The photo on the right is a noise picture of the new sampler after a little screwing around by me. Under full-gain, worst-case noise conditions, the new sampler has approximately 4mV of clock feedthrough. This is 34.8dB of improvement!

There are a couple noise sources in the WTPA family. One source of LF noise is the LEDs pulling current spikes from the supply when they turn on. This is at its worst when running from a not-so-low impedance supply (like a 9v battery or worse an STK500 through the ISP header) and did manage to find its way into the audio but it wasn’t terrible. The best fix for it was to improve filtering at the op-amp reference terminals (the VDD/2 level at the non-inverting terminal of a summing amp, say) since the noise that got there got amplified by the circuit’s gain. This helped for sure.

By far the worst noise source is clock bleedthrough, although the new design also shows bleedthrough from the white-noise generator. Improving this was a little trickier. A couple things made a big difference. Varying the gain on the preamp as opposed to keeping the gain fixed (and high) and attenuating its input level was one. Re-doing the design with better ground and signal routing mattered A LOT, although I still had to rip up a trace with an exacto — one poorly-thought out connection added nearly 100mV to the output noise here. Filtering the analog references better helped deal with this noise a little, too.

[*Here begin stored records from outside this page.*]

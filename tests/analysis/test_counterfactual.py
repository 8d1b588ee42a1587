import json
from pathlib import Path

import numpy as np
import pytest
from click.testing import CliRunner

from tracer.app.cli import cli
from tracer.corpus.slices import slice_from_spec
from tracer.analysis.counterfactual import ablate, drop_mask, plan
from tracer.errors import InputError, SettingError, SliceError
from tracer.analysis.measure import MeasureSettings
from tracer.provenance.specs import load_tests

ROOT = Path(__file__).resolve().parents[2]
TESTS_FILE = ROOT / "configs" / "demo_tests.toml"
TESTS = load_tests(TESTS_FILE)


def test_ablate_the_planted_outlet_removes_the_association(demo_ws):
    mask, what = drop_mask(demo_ws, ["source=Gazette"])
    res = ablate(demo_ws, {"gazette_outlet": TESTS["gazette_outlet"]}, "ppmi-svd", slice_from_spec(demo_ws, "all"),
                 mask, what, settings=MeasureSettings(bootstrap=4))
    before, after = res.iloc[0], res.iloc[1]
    assert (before.run, after.run) == ("before", "after")
    assert after.slice == "all without source=Gazette"
    assert after.documents_dropped == int((demo_ws.documents.source == "Gazette").sum())
    assert after.effect_size < before.effect_size - 0.8 and after.change == pytest.approx(after.effect_size - before.effect_size)
    assert after.n_bootstrap == 4


def test_drop_errors(demo_ws):
    with pytest.raises(SettingError, match="nothing to drop"):
        drop_mask(demo_ws, [], [])
    with pytest.raises(SliceError, match="slice source=Nowhere has no documents; the sources are"):
        drop_mask(demo_ws, ["source=Nowhere"])
    with pytest.raises(InputError, match="2 document ids are not in the workspace, e.g. nope-1, nope-2"):
        drop_mask(demo_ws, [], ["nope-1", "nope-2", "gazette-1950-00001"])


def test_plan_by_source_reaches_the_goal_and_is_verified(demo_ws):
    p = plan(demo_ws, TESTS["gazette_outlet"], slice_from_spec(demo_ws, "all"), 0.5, unit="source")
    assert p.removed[0] == "Gazette"
    assert abs(p.predicted_effect) <= 0.5 and abs(p.verified_effect) < 1.0
    assert p.tokens_removed == int(demo_ws.documents.n_tokens[np.isin(demo_ws.documents.doc_index, p.doc_indices)].sum())
    assert set(p.usefulness.measure) >= {"WordSim-353 Spearman rho", "share of the vocabulary kept"}


def test_plan_that_cannot_reach_its_goal_says_the_best_value(demo_ws):
    with pytest.raises(SettingError, match=r"the goal \|d\| <= 0.0 was not reached: the best reachable value was "
                                           r"-?\d\.\d+ after removing \d+ documents \(raise --max-steps, now 5"):
        plan(demo_ws, TESTS["gazette_outlet"], slice_from_spec(demo_ws, "all"), 0.0, max_steps=5)


def test_plan_cli_writes_the_drop_list_and_the_filtered_corpus(demo_ws, tmp_path):
    res = CliRunner().invoke(cli, ["plan", "-w", str(demo_ws.path), "--tests", str(TESTS_FILE), "--test",
                                   "tribune_mix", "--goal", "0.5", "--unit", "source",
                                   "--drop-list", str(tmp_path / "drop.txt"),
                                   "--write-corpus", str(tmp_path / "kept.jsonl"), "--format", "json"])
    assert res.exit_code == 0, res.output
    out = json.loads(res.stdout)
    assert out["removed_items"][0] == "Tribune"
    dropped = (tmp_path / "drop.txt").read_text().split()
    kept = [json.loads(line) for line in (tmp_path / "kept.jsonl").read_text().splitlines()]
    assert len(dropped) == out["documents_removed"] and len(dropped) + len(kept) == demo_ws.n_documents
    assert not {k["id"] for k in kept} & set(dropped)
    assert set(kept[0]) == {"id", "source", "date", "title", "outlet_name", "text"}  # the original fields


def test_ablate_cli_with_a_drop_list(demo_ws, tmp_path):
    ids = list(demo_ws.documents.doc_id[demo_ws.documents.source == "Gazette"][:50])
    (tmp_path / "ids.txt").write_text("\n".join(ids) + "\n")
    res = CliRunner().invoke(cli, ["ablate", "-w", str(demo_ws.path), "--tests", str(TESTS_FILE), "--test",
                                   "gazette_outlet", "--drop-docs", str(tmp_path / "ids.txt"), "--bootstrap", "0",
                                   "--format", "json"])
    assert res.exit_code == 0, res.output
    rows = json.loads(res.stdout)
    assert [r["run"] for r in rows] == ["before", "after"] and rows[1]["documents_dropped"] == 50
    (tmp_path / "empty.txt").write_text("\n")
    res = CliRunner().invoke(cli, ["ablate", "-w", str(demo_ws.path), "--tests", str(TESTS_FILE), "--drop-docs",
                                   str(tmp_path / "empty.txt")])
    assert res.exit_code == 1 and "the drop list is empty" in res.stderr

Finally, I think a ground plane (or two) are in order for the final hardware revision. I also think associating the VCO and Jitter Generator with the digital supply lines (or at least isolating them from the quiet amplifier analog supply) would be a really good idea. I might even use a choke input to the quiet analog supply. We’ll see. Either way, this statistic is already A LOT better than it was, and I’m excited.

Next: Sampling / RAM / throughput rate test, and more fun analog tweaking.